Let me convince you it is with the following theorem.
\begin{theorem}[Directed Cyclic Quadrilaterals]
\label{thm:dir_cyclic_quad}
Let $A$, $B$, $X$, $Y$ be four points, no three collinear.
Then they are concyclic if and only if
\[ \dang XAY = \dang XBY. \]
\end{theorem}
\begin{exercise}
Go back to \Cref{fig:cyclic_quad} and verify
that this theorem actually works for both configurations.
\end{exercise}
Now you should be paying attention, because I just eliminated one of the biggest pains in olympiad geometry for you.
Unlike the \Cref{prop:bad_cyclic_quad} you grew up with,
\Cref{thm:dir_cyclic_quad} has no case distinctions.
Many other things become vastly simpler.
\begin{theorem}
[Angle Addition Postulate]
We have $\dang AOP + \dang POB = \dang AOB$.
\end{theorem}
Actually, this is a ``special case'' of the following result
for three concurrent lines $\ell$, $m$, $n$.
\begin{theorem}
[Triangles Sum to $180\dg$]
For any lines $\ell$, $m$, $n$ we have
\[ \dang(\ell, m) + \dang(m,n) + \dang(n,\ell) = 0. \]

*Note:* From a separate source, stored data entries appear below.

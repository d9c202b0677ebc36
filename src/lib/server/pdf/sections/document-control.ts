import type { Content } from 'pdfmake/interfaces';
import { dayInPractice, numberWords, statusWords } from '../document-words';
import type { SheetContext } from '../sheet-context';
import { facts, heading, paragraph, ruledTable, soft } from '../typeset';

const STATUS: Record<string, string> = { 'in-check': 'in check' };

function checkStatement({ model }: SheetContext): string {
	const { document } = model;
	if (document.issuedAt === null)
		return 'This document has not been issued. Nobody but its authors should rely on it.';
	if (document.selfChecked)
		return `This report was prepared, checked and issued by one person, ${document.preparedBy}. The practice allows this; no second engineer has checked it.`;
	return `${document.checkedBy ?? ''} checked this report and issued it; ${document.preparedBy} prepared it. Nobody checked their own work.`;
}

export function documentControlSection(context: SheetContext): Content[] {
	const { model } = context;
	const { document, practice } = model;
	return [
		facts([
			['Document number', numberWords(model)],
			['Revision and status', `${document.revision}, ${statusWords(model)}`],
			['Prepared by', `${document.preparedBy}, ${dayInPractice(model, document.preparedAt)}`],
			[
				'Checked and issued by',
				document.issuedAt === null
					? 'not yet'
					: `${document.checkedBy ?? ''}, ${dayInPractice(model, document.issuedAt)}`
			],
			[
				'Practice',
				[practice.name, practice.address, practice.email, practice.phone].filter(Boolean).join(', ')
			]
		]),
		paragraph(checkStatement(context), document.selfChecked ? { bold: true } : {}),
		...heading('Revisions'),
		ruledTable(
			[
				{ head: 'Rev.', width: 30 },
				{ head: 'Issued', width: 92 },
				{ head: 'Status', width: 70 },
				{ head: 'Reason', width: '*' },
				{ head: 'Prepared', width: 92 },
				{ head: 'Checked', width: 92 }
			],
			document.revisions.map((entry) => [
				entry.revision,
				dayInPractice(model, entry.issuedAt),
				STATUS[entry.status] ?? entry.status,
				entry.reason,
				entry.preparedBy,
				entry.checkedBy ?? '–'
			])
		),
		soft(
			'An issued revision is never changed. A correction is a new revision, which supersedes this one and says why. The data hash in the title block stands for the captures, the limits and the figures; two documents with the same hash rest on the same data.'
		)
	];
}
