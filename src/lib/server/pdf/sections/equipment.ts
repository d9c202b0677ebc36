import type { Content } from 'pdfmake/interfaces';
import { SENSOR_KIND_WORDS } from '../../../register/sensor-facts';
import { tidyAngle, tidyFrequency } from '../../../register/sensor-form';
import { formatSensorRatio } from '../../../register/sensor-ratio';
import { tidyQuantity } from '../../../register/tidy-quantity';
import { formatCalendarDate, formatShortDay } from '../../../report/dates';
import type {
	ReportCertificate,
	ReportEquipment,
	ReportSensor,
	ReportValidity
} from '../../../report/equipment';
import { formatPct } from '../../../units/format';
import { facts, heading, paragraph, ruledTable, soft } from '../typeset';

const NOT_KNOWN = 'not known';

const VALIDITY_WORDS: Record<Exclude<ReportValidity, null>, string> = {
	valid: 'in force',
	expired: 'expired',
	'not-yet': 'only afterwards',
	none: 'no certificate'
};
const validityWords = (validity: ReportValidity): string =>
	validity === null ? 'time not known' : VALIDITY_WORDS[validity];

const STATEMENTS: Record<Exclude<ReportValidity, null>, (name: string) => string> = {
	valid: (name) => `A calibration of ${name} was in force over the whole of the measurement.`,
	expired: (name) =>
		`The calibration of ${name} had expired during the measurement. Read the uncertainty with this in mind.`,
	'not-yet': (name) =>
		`${name} was calibrated only after the measurement. Read the uncertainty with this in mind.`,
	none: (name) => `No calibration of ${name} is recorded: what it measured cannot be traced to a standard.`
};

function statement(name: string, validity: ReportValidity): string {
	return validity === null
		? `The captures do not tell when they were taken: whether a calibration of ${name} was in force cannot be shown.`
		: STATEMENTS[validity](name);
}

function inputsTable({ inputs }: ReportEquipment): Content {
	return ruledTable(
		[
			{ head: 'Input', width: 70, mono: true },
			{ head: 'Measures', width: 70 },
			{ head: 'Range, rms', width: 80, align: 'right', mono: true },
			{ head: 'Resolution', width: 80, align: 'right', mono: true },
			{ head: 'Sensor', width: '*' }
		],
		inputs.map((input) => [
			input.name,
			input.quantity,
			input.rangeRms === null
				? NOT_KNOWN
				: tidyQuantity(input.rangeUnit === 'V' ? 'voltage' : 'current', input.rangeRms),
			input.resolution_bits === null ? NOT_KNOWN : `${input.resolution_bits} bit`,
			input.sensor ?? 'none, measured directly'
		])
	);
}

function sensorRow(sensor: ReportSensor): (string | Content)[] {
	return [
		`${sensor.name}, ${SENSOR_KIND_WORDS[sensor.kind]}`,
		sensor.serialNumber || 'not given',
		sensor.ratio === null ? NOT_KNOWN : formatSensorRatio(sensor.kind, sensor.ratio),
		sensor.accuracyClass || NOT_KNOWN,
		sensor.ratioError_pct === null ? NOT_KNOWN : formatPct(sensor.ratioError_pct),
		sensor.phaseError_deg === null ? NOT_KNOWN : tidyAngle(sensor.phaseError_deg),
		sensor.highestFrequency_Hz === null ? NOT_KNOWN : tidyFrequency(sensor.highestFrequency_Hz)
	];
}

function sensorsTable(sensors: readonly ReportSensor[]): Content {
	return ruledTable(
		[
			{ head: 'Sensor', width: '*' },
			{ head: 'Serial number', width: 66, mono: true },
			{ head: 'Ratio', width: 92, mono: true },
			{ head: 'Class', width: 48, mono: true },
			{ head: 'Ratio error', width: 50, align: 'right', mono: true },
			{ head: 'Phase error', width: 50, align: 'right', mono: true },
			{ head: 'Usable to', width: 48, align: 'right', mono: true }
		],
		sensors.map(sensorRow)
	);
}

function certificatesTable(
	subjects: readonly { name: string; certificates: readonly ReportCertificate[]; validity: ReportValidity }[]
): Content {
	return ruledTable(
		[
			{ head: 'Of', width: 72 },
			{ head: 'Certificate', width: 66, mono: true },
			{ head: 'Laboratory', width: '*' },
			{ head: 'Calibrated', width: 70 },
			{ head: 'Due', width: 70 },
			{ head: 'At the captures', width: 64 }
		],
		subjects.flatMap(({ name, certificates, validity }) =>
			certificates.length === 0
				? [[name, '–', 'no certificate on record', '–', '–', validityWords('none')]]
				: certificates.map((one, i) => [
						i === 0 ? name : '',
						one.certificate,
						one.laboratory || 'not given',
						formatCalendarDate(one.calibratedOn),
						formatCalendarDate(one.dueOn),
						i === 0 ? validityWords(validity) : ''
					])
		)
	);
}

/** One instrument of the report: what it is, what it measured through, its certificates and what they mean. */
export function equipmentPart(equipment: ReportEquipment, timeZone: string): Content[] {
	const { captures, inputs, sensors } = equipment;
	const recorded = captures.map(({ name, startedAt }) =>
		startedAt === null ? name : `${name} (${formatShortDay(startedAt, timeZone)})`
	);
	return [
		...heading(equipment.name),
		facts([
			['Model', equipment.model || 'not given'],
			['Serial number', equipment.serialNumber || 'not given'],
			[
				'Class for harmonics (IEC 61000-4-7)',
				equipment.harmonicClass === 'unknown' ? NOT_KNOWN : `class ${equipment.harmonicClass}`
			],
			...(inputs.length > 0
				? []
				: ([
						['Channels', equipment.channelsInWords || 'not given'],
						['Sensors', equipment.sensorsInWords || 'not given']
					] as const)),
			['Recorded', recorded.join('; ') || 'nothing that is analysed']
		]),
		...(inputs.length === 0 ? [] : [inputsTable(equipment)]),
		...(sensors.length === 0 ? [] : [sensorsTable(sensors)]),
		certificatesTable([equipment, ...sensors]),
		paragraph(
			[equipment, ...sensors.filter((sensor) => sensor.validity !== 'valid')]
				.map(({ name, validity }) => statement(name, validity))
				.join(' ')
		),
		...(inputs.length === 0 ? [soft('The inputs of this instrument are not listed one by one.')] : [])
	];
}
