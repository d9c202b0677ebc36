/**
 * Modified Bessel function of the first kind, order 0, by its power series.
 * x        0 ≤ x ≤ 100
 * error    a few ulp relative (all terms positive)
 */
export function besselI0(x: number): number {
	const quarter = (x * x) / 4;
	let term = 1;
	let sum = 1;
	for (let k = 1; k < 200; k++) {
		term *= quarter / (k * k);
		sum += term;
		if (term < sum * 1e-17) break;
	}
	return sum;
}

/** A low-pass interpolation kernel, continuous in time, in units of the input's sampling interval. */
export interface KaiserKernel {
	/** Centre of the transition band, cycles per sample; 0 for the taper without one (see designTaperKernel). */
	cutoff: number;
	/** Half of the support, samples; the kernel is 0 outside. */
	halfWidth: number;
	beta: number;
	/** The kernel is this sum of copies of itself, shifted; part of `halfWidth` is for them. Left out: itself. */
	lift?: KernelLift;
}

/** Copies of a kernel, one beside the other, that flatten its response: 1 + 2a·(1 − cos 2πf·spacing), once or twice. */
export interface KernelLift {
	/** Samples between copies. */
	spacing: number;
	/** [m + 1] weight of the middle copy, then of each pair beside it. */
	weights: readonly number[];
}

/** Half of the support of one copy. */
function copyHalfWidth({ halfWidth, lift }: KaiserKernel): number {
	return lift ? halfWidth - (lift.weights.length - 1) * lift.spacing : halfWidth;
}

/**
 * Kernel that passes up to `passband` and stops from `stopband` on.
 * passband, stopband  cycles per sample, 0 < passband < stopband
 * attenuation_dB      of the stopband, and of the passband's ripple; ≥ 50
 * source              Kaiser's design formulas as in Oppenheim & Schafer, Discrete-Time Signal Processing, 7.5 (from memory);
 *                     the response is measured in tests/numerics
 */
export function designKaiserKernel(passband: number, stopband: number, attenuation_dB: number): KaiserKernel {
	const transition = stopband - passband;
	const taps = (attenuation_dB - 7.95) / (14.36 * transition) + 1;
	return {
		cutoff: (passband + stopband) / 2,
		halfWidth: Math.max(4, Math.ceil(taps / 2)),
		beta: 0.1102 * (attenuation_dB - 8.7)
	};
}

/** Distances of the copies that are tried, as shares of the period of `passband`. */
const LIFT_SPACINGS = [0.1, 0.13, 0.16];
/**
 * Most that a kernel may droop between dc and the passband's edge. Whatever is not synchronous leaks through the window
 * after the droop and is lifted with the lines where it lands: what the window really shows of it is off by this factor.
 */
const MOST_DROOP = 1.8;
const MOST_HALF_WIDTH = 128;

/**
 * Kernel for spectra whose lines are equalised afterwards: a bare Kaiser taper, and where its droop is deeper than 1.8, the
 * sum of three or five shifted copies, which lifts the upper end. It stops from `stopband` on; what droop is left is known
 * in closed form (taperResponse) and undone line by line (planEqualiser). About half the taps of designKaiserKernel do.
 * passband, stopband  cycles per sample, 0 < passband < stopband
 * attenuation_dB      least ratio of the response at `passband` to any at or above `stopband`
 * returns             null where no lift leaves less droop
 * source              transform pair of the Kaiser window (Kaiser & Schafer, IEEE Trans. ASSP 28(1), 1980; from memory);
 *                     the response is measured in tests/numerics
 */
export function designTaperKernel(
	passband: number,
	stopband: number,
	attenuation_dB: number
): KaiserKernel | null {
	const ratio = 10 ** (attenuation_dB / 20);
	let best: KaiserKernel | null = null;
	for (const times of [0, 1, 2]) {
		for (const share of times === 0 ? [0] : LIFT_SPACINGS) {
			const spacing = share / passband;
			const most = best ? best.halfWidth - 1 : MOST_HALF_WIDTH;
			for (let halfWidth = 4; halfWidth <= most; halfWidth++) {
				const copy = halfWidth - times * spacing;
				if (copy < 2) continue;
				const beta = 2 * Math.PI * copy * stopband;
				// Two to the thousandth: sinh and the Bessel function leave the range of doubles.
				if (beta > 690) break;
				const bare = { cutoff: 0, halfWidth: copy, beta };
				const droop = taperResponse(bare, 0) / taperResponse(bare, passband);
				const amount = times === 0 ? 0 : (droop ** (1 / times) - 1) / (2 - 2 * Math.cos(2 * Math.PI * share));
				const kernel = times === 0 ? bare : { ...bare, halfWidth, lift: liftOf(spacing, amount, times) };
				// Copies raise the stopband by their weights at most.
				const beyond = taperResponse(bare, stopband) * (1 + 4 * amount) ** times;
				if (taperResponse(kernel, passband) < ratio * beyond) continue;
				// A wider taper droops even more.
				if (deepestDroop(kernel, passband) <= MOST_DROOP) best = kernel;
				break;
			}
		}
	}
	return best;
}

/** Weights of (1 + 2a) in the middle and −a on either side, applied once or twice. */
function liftOf(spacing: number, a: number, times: number): KernelLift {
	if (times === 1) return { spacing, weights: [1 + 2 * a, -a] };
	return { spacing, weights: [(1 + 2 * a) ** 2 + 2 * a * a, -2 * a * (1 + 2 * a), a * a] };
}

/** Ratio of the greatest to the least response of the passband. */
function deepestDroop(kernel: KaiserKernel, passband: number): number {
	const responses = Array.from({ length: 33 }, (_, i) => taperResponse(kernel, (passband * i) / 32));
	return Math.max(...responses) / Math.min(...responses);
}

/** Fourier transform of a bare or lifted taper at f cycles per sample: what it makes of a tone's amplitude. */
export function taperResponse(kernel: KaiserKernel, f: number): number {
	const { beta, lift } = kernel;
	const halfWidth = copyHalfWidth(kernel);
	const square = beta ** 2 - (2 * Math.PI * halfWidth * f) ** 2;
	const root = Math.sqrt(Math.abs(square));
	const lobe = root === 0 ? 1 : (square > 0 ? Math.sinh(root) : Math.sin(root)) / root;
	return (2 * halfWidth * lobe * liftAt(lift, f)) / besselI0(beta);
}

function liftAt(lift: KernelLift | undefined, f: number): number {
	if (!lift) return 1;
	return lift.weights.reduce(
		(sum, weight, i) => sum + (i === 0 ? weight : 2 * weight * Math.cos(2 * Math.PI * f * i * lift.spacing)),
		0
	);
}

/** From where on a bare or lifted taper stops, cycles per sample. */
export function taperStopband(kernel: KaiserKernel): number {
	return kernel.beta / (2 * Math.PI * copyHalfWidth(kernel));
}

/** The kernel as a function of the distance t (samples) from its centre. */
export function kaiserKernelFunction(kernel: KaiserKernel): (t: number) => number {
	const { cutoff, beta, lift } = kernel;
	const halfWidth = copyHalfWidth(kernel);
	const whole = besselI0(beta);
	const copyAt = (t: number) => {
		const relative = t / halfWidth;
		if (relative <= -1 || relative >= 1) return 0;
		const taper = besselI0(beta * Math.sqrt(1 - relative * relative)) / whole;
		if (cutoff === 0) return taper;
		const x = 2 * cutoff * t;
		const sinc = x === 0 ? 1 : Math.sin(Math.PI * x) / (Math.PI * x);
		return 2 * cutoff * sinc * taper;
	};
	if (!lift) return copyAt;
	return (t) =>
		lift.weights.reduce((sum, weight, i) => {
			const beside = i * lift.spacing;
			return sum + weight * (i === 0 ? copyAt(t) : copyAt(t - beside) + copyAt(t + beside));
		}, 0);
}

In particular, for any points $A$, $B$, $C$ we have
\[ \dang ABC + \dang BCA + \dang CAB = 0. \]
\end{theorem}
\begin{proof}
Check it yourself.
\end{proof}
\begin{figure}[ht]
\centering
\begin{asy}
size(5cm);
pair A = Drawing("A", dir(70), dir(70));
pair B = Drawing("B", dir(330), dir(310));
pair C = Drawing("C", dir(210), dir(210));
draw(A--B--C--cycle);
real r = 0.25;
draw(arc(A, A+r*dir(C-A), A+r*dir(B-A)), EndArrow);
draw(arc(B, B+r*dir(A-B), B+r*dir(C-B)), EndArrow);
draw(arc(C, C+r*dir(B-C), C+r*dir(A-C)), EndArrow);
real k = 0.6;
MP("\measuredangle CAB", k*dir(A), origin);
MP("\measuredangle ABC", k*dir(B), origin);
MP("\measuredangle BCA", 0.9*k*dir(C), origin);
\end{asy}
\caption{Triangle Sum}
\end{figure}
\begin{theorem}
[Collinearity Criteria]
Let $X$ be any point.
Points $A$, $B$, $C$ are collinear if and only if
\[ \dang XBC = \dang XBA. \]
\end{theorem}
\begin{proof}
Prove this yourself.
(Show that the assertion is equivalent to $\dang ABC=0$.)
\end{proof}
\begin{figure}[ht]
\centering
\begin{asy}
pair X = 0.7*dir(110);
Drawing("X", X, dir(X));
pair A = Drawing("A", 0.8*dir(20), dir(-X));
pair B = Drawing("B", -0.2*dir(20), dir(-X));
pair C = Drawing("C", 0.3*dir(20), dir(-X));
draw(dir(A)--dir(-A), Arrows);
draw(X--B);
\end{asy}
\qquad
\begin{asy}
pair X = 0.7*dir(110);
Drawing("X", X, dir(X));
pair A = Drawing("A", -0.6*dir(20), dir(-X));
pair B = Drawing("B", -0.2*dir(20), dir(-X));
pair C = Drawing("C", 0.3*dir(20), dir(-X));
draw(dir(A)--dir(-A), Arrows);
draw(X--B);
\end{asy}
\caption{Collinearity with directed angles.}
\end{figure}
Also, note that right angles have the very nice property that
if $\ell \perp m$ we have
\[ \dang (\ell, m) = \dang (m, \ell) = 90\dg. \]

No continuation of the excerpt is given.